Ok, I generally fish offshore but lately the seas on the weekend have been extremely rough for my 20' boat. The forecast again calls for rough seas on Saturday (4-6).

I was wondering what are the flats boats that are fishing around the Destin Bridge fishing for and what is the setup and bait of choice? The bridge area lately has been crowded so it's obvious the bite is on. Also,when is the best time to fish around the bridge? I tried pitching a gold spoon into the muddy water last week without any luck.


----------



## reelfinatical (Sep 30, 2007)

Put down a live pinfish, pigfish, minnow on a Carolina rig ... That's what we always use with the best results there.


----------



## 69Viking (Oct 30, 2008)

> *reelfinatical (4/16/2009)*Put down a live pinfish, pigfish, minnow on a Carolina rig ... That's what we always use with the best results there.
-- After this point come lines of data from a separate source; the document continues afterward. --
/// The plate at one output age.
#[derive(Debug, Clone, PartialEq, Serialize, Deserialize)]
pub struct PlateState {
    pub age_ma: f64,
    /// Water-loaded (infill-loaded) tectonic subsidence since before the first event, m.
    pub subsidence_m: f64,
    /// Heat flow out of the top of the basement, the crust's radiogenic heat included,
    /// mW m^-2 (with no heat production, McKenzie's surface heat flow).
    pub surface_heat_flow_mw_m2: f64,
    /// Heat flow from the mantle into the base of the crust, mW m^-2.
    pub mantle_heat_flow_mw_m2: f64,
    /// Thickness of the crust, m.
    pub crust_thickness_m: f64,
    /// Temperature at each grid depth (°C), top first, when asked for.
    pub geotherm_c: Option<Vec<f64>>,
}

/// What a run returns: the plate at each output age, oldest first, and the grid.
#[derive(Debug, Clone, PartialEq, Serialize, Deserialize)]
pub struct PlateHistory {
    pub states: Vec<PlateState>,
    /// Grid spacing, m (geotherm point i is at depth i times this).
    pub node_spacing_m: f64,
}

/// Run the numerical lithosphere through `events` (oldest first, not overlapping; any
/// number) and report it at `output_ages_ma` (any order; reported oldest first). An
/// output age equal to an instantaneous event's age reports the plate just after it;
/// ask for a slightly older age for the plate just before.
///
/// The plate is in steady state before the first event (or the oldest output age if
/// older). The thermal diffusivity is `a^2 / (pi^2 tau)` from the lithosphere's time
/// constant, so a pinned tau is honoured as in the closed forms.
///
/// Errors: a factor outside [1, 20] or not finite, an event whose end is older than its
/// onset, events that overlap or are not oldest first, ages not finite or beyond
/// 4,600 Ma, heat production out of range, settings outside [11, MAX_NODES] nodes or a
/// step not positive, or a run longer than [`MAX_STEPS`] steps.
pub fn run_plate(
    lithosphere: &Lithosphere,
    production: &CrustalHeatProduction,
    events: &[StretchingEvent],
    convention: IsostasyConvention,
    settings: &NumericalSettings,
    output_ages_ma: &[f64],
    with_geotherms: bool,
) -> Result<PlateHistory, ScienceError> {
    check_inputs(production, events, settings, output_ages_ma)?;
    let mut outputs: Vec<f64> = output_ages_ma.to_vec();
    outputs.sort_by(|a, b| b.total_cmp(a));
    outputs.dedup();
    // Breakpoints: every age where something starts, ends or is reported.
    let mut breaks: Vec<f64> = outputs.clone();
    for e in events {
        breaks.push(e.onset_ma);
        breaks.push(e.end_ma);
    }
    breaks.sort_by(|a, b| b.total_cmp(a));
    breaks.dedup();
    let steps: f64 = breaks
        .windows(2)
        .map(|w| ((w[0] - w[1]) / settings.time_step_myr).ceil())
        .sum();
    if steps > MAX_STEPS as f64 {
        return Err(ScienceError::InvalidModel(format!(
            "{steps} time steps of {} Myr exceed the cap of {MAX_STEPS}; use a longer step",
            settings.time_step_myr
        )));
    }

    let mut plate = Plate::new(lithosphere, production, convention, settings.nodes);
    let mut states = Vec::with_capacity(outputs.len());
    let mut next_output = 0;
    let mut rough = false;
    for (k, &age) in breaks.iter().enumerate() {
        // Instantaneous events at this age act first: a state reported here is "just after".
        for e in events
            .iter()
            .filter(|e| e.is_instantaneous() && e.end_ma == age)
        {
            plate.stretch(e.crust_factor, e.mantle_factor);
            rough = true;
        }
        if next_output < outputs.len() && outputs[next_output] == age {
            states.push(plate.state(age, with_geotherms));
            next_output += 1;
        }
        let Some(&younger) = breaks.get(k + 1) else {
            break;
        };
        let span = age - younger;
        let n = (span / settings.time_step_myr).ceil().max(1.0) as usize;
        let h_myr = span / n as f64;
        // The finite event this interval lies in, if any (breakpoints hold every onset and end).
        let rates = events
            .iter()
            .find(|e| !e.is_instantaneous() && e.onset_ma >= age && younger >= e.end_ma)
            .map(|e| {
                let duration = e.onset_ma - e.end_ma;
                (
                    e.crust_factor.ln() / duration,
                    e.mantle_factor.ln() / duration,
                )
            });
        for _ in 0..n {
            if let Some((gc, gm)) = rates {
                // Strang splitting: half the stretch, the heat step, the other half.
                plate.stretch((gc * h_myr / 2.0).exp(), (gm * h_myr / 2.0).exp());
                plate.diffuse(h_myr, rough);
                plate.stretch((gc * h_myr / 2.0).exp(), (gm * h_myr / 2.0).exp());
            } else {
                plate.diffuse(h_myr, rough);
            }
            rough = false;
        }
    }
    Ok(PlateHistory {
        states,
        node_spacing_m: plate.dz,
    })
}

/// The steady geotherm of the unstretched plate with this heat production (°C at each
/// grid depth, top first), the state every run starts from.
pub fn steady_geotherm(
    lithosphere: &Lithosphere,
    production: &CrustalHeatProduction,
    nodes: usize,
) -> Result<Vec<f64>, ScienceError> {
    check_inputs(
        production,
        &[],
        &NumericalSettings {
            nodes,
            time_step_myr: 1.0,
        },
        &[],
    )?;
    Ok(Plate::new(lithosphere, production, IsostasyConvention::Exact, nodes).t)
}

/// Largest age any input may carry (the age of the Earth, Ma).
const OLDEST_MA: f64 = 4600.0;

fn check_inputs(
    production: &CrustalHeatProduction,
    events: &[StretchingEvent],
    settings: &NumericalSettings,
    output_ages_ma: &[f64],
) -> Result<(), ScienceError> {
    production.check()?;
    if !(11..=MAX_NODES).contains(&settings.nodes) {
        return Err(ScienceError::InvalidModel(format!(
            "{} grid points; use 11 to {MAX_NODES}",
            settings.nodes
        )));
    }
    let step = settings.time_step_myr;
    if !(step.is_finite() && step > 0.0) {
        return Err(ScienceError::InvalidModel(format!(
            "time step {step} Myr must be positive"
        )));
    }
    let age_ok = |a: f64| a.is_finite() && a.abs() <= OLDEST_MA;
    if let Some(a) = output_ages_ma.iter().find(|a| !age_ok(**a)) {
        return Err(ScienceError::InvalidModel(format!(
            "output age {a} Ma is not within ±{OLDEST_MA} Ma"
        )));
    }
    for (i, e) in events.iter().enumerate() {
        for (name, f) in [
            ("crust stretching factor", e.crust_factor),
            ("mantle stretching factor", e.mantle_factor),
        ] {
            super::mckenzie::check_stretching_factor(name, f)?;
        }
        if !(age_ok(e.onset_ma) && age_ok(e.end_ma) && e.onset_ma >= e.end_ma) {
            return Err(ScienceError::InvalidModel(format!(
                "event {}: onset {} Ma must be finite, within {OLDEST_MA} Ma and not younger than its end {} Ma",
                i + 1,
                e.onset_ma,
                e.end_ma
            )));
        }
        if i > 0 && e.onset_ma > events[i - 1].end_ma {
            return Err(ScienceError::InvalidModel(format!(
                "event {} (onset {} Ma) must start after event {} ends ({} Ma)",
                i + 1,
                e.onset_ma,
                i,
                events[i - 1].end_ma
            )));
        }
    }
    Ok(())
}

/// The plate's state while a run goes on.
struct Plate {
    dz: f64,
    t: Vec<f64>,
    /// kappa in m^2 per Myr.
    kappa: f64,
    conductivity: f64,
    t1: f64,
    alpha: f64,
    rho0: f64,
    rhoc: f64,
    rho_fill: f64,
    production: CrustalHeatProduction,
    convention: IsostasyConvention,
    /// Present crust thickness and the crust's cumulative stretching factor.
    crust_m: f64,
    crust_stretch: f64,
    /// Source A kappa / k per node (K per Myr), for the present crust.
    source: Vec<f64>,
    reference_mass: f64,
    subsidence_m: f64,
    /// dT/dt at the first interior node in the last step (K per Myr), for the surface flux.
    surface_rate: f64,
    scratch: Vec<f64>,
    previous: Vec<f64>,
    /// The factored heat-step matrix of the last step length used.
    factored: Option<Factored>,
}
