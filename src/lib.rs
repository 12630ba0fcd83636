//! # fluxwright
//!
//! 2D magnetostatic finite-element analysis of iron-cored devices. This
//! facade re-exports the workspace crates:
//! - [`mesher`]: geometry to a quality triangle mesh (no magnetics);
//! - [`solver`]: model files, nonlinear finite elements, engineering results.
#![deny(missing_docs)]
#![forbid(unsafe_code)]

pub use fluxwright_mesher as mesher;
pub use fluxwright_solver as solver;

/// The README's code examples, compiled and run as doctests.
#[doc = include_str!("../README.md")]
#[cfg(doctest)]
pub struct ReadmeDoctests;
Thanks Amanda, I was starting to think nobody knew how to fish the Destin Bridge but yet there's been a ton of boats there the past couple of weeks!


----------



## jamessig (Oct 3, 2007)

You might want to try some shrimp on a carolina rig near the pilings for sheepshead also. I've always preferred the slack current near and shortly after high tide when the water is clear and I can target the sheepies I can see.


----------



## michael c (Dec 28, 2008)

Most of the people I've seen out there recently (myself included) have been getting sheepies... that might be why you didn't get much response to the question about reds. I've had good luck right after the tide starts to go out... seemed like they were hot right after the muddy bay water came through. Just my take on it.

Got about six days worth of blackened sheepie, so I'm happy.

I've been using light (6 lb) tackle and live shrimp, carolina rig or a single splitshot.


----------



## 69Viking (Oct 30, 2008)

Thanks for the responses guys, maybe I should have made it more generalized and not just for Reds. At this point I'm just ready to catch fish, it's been really rough offshore so time to learn the inshore tricks.


----------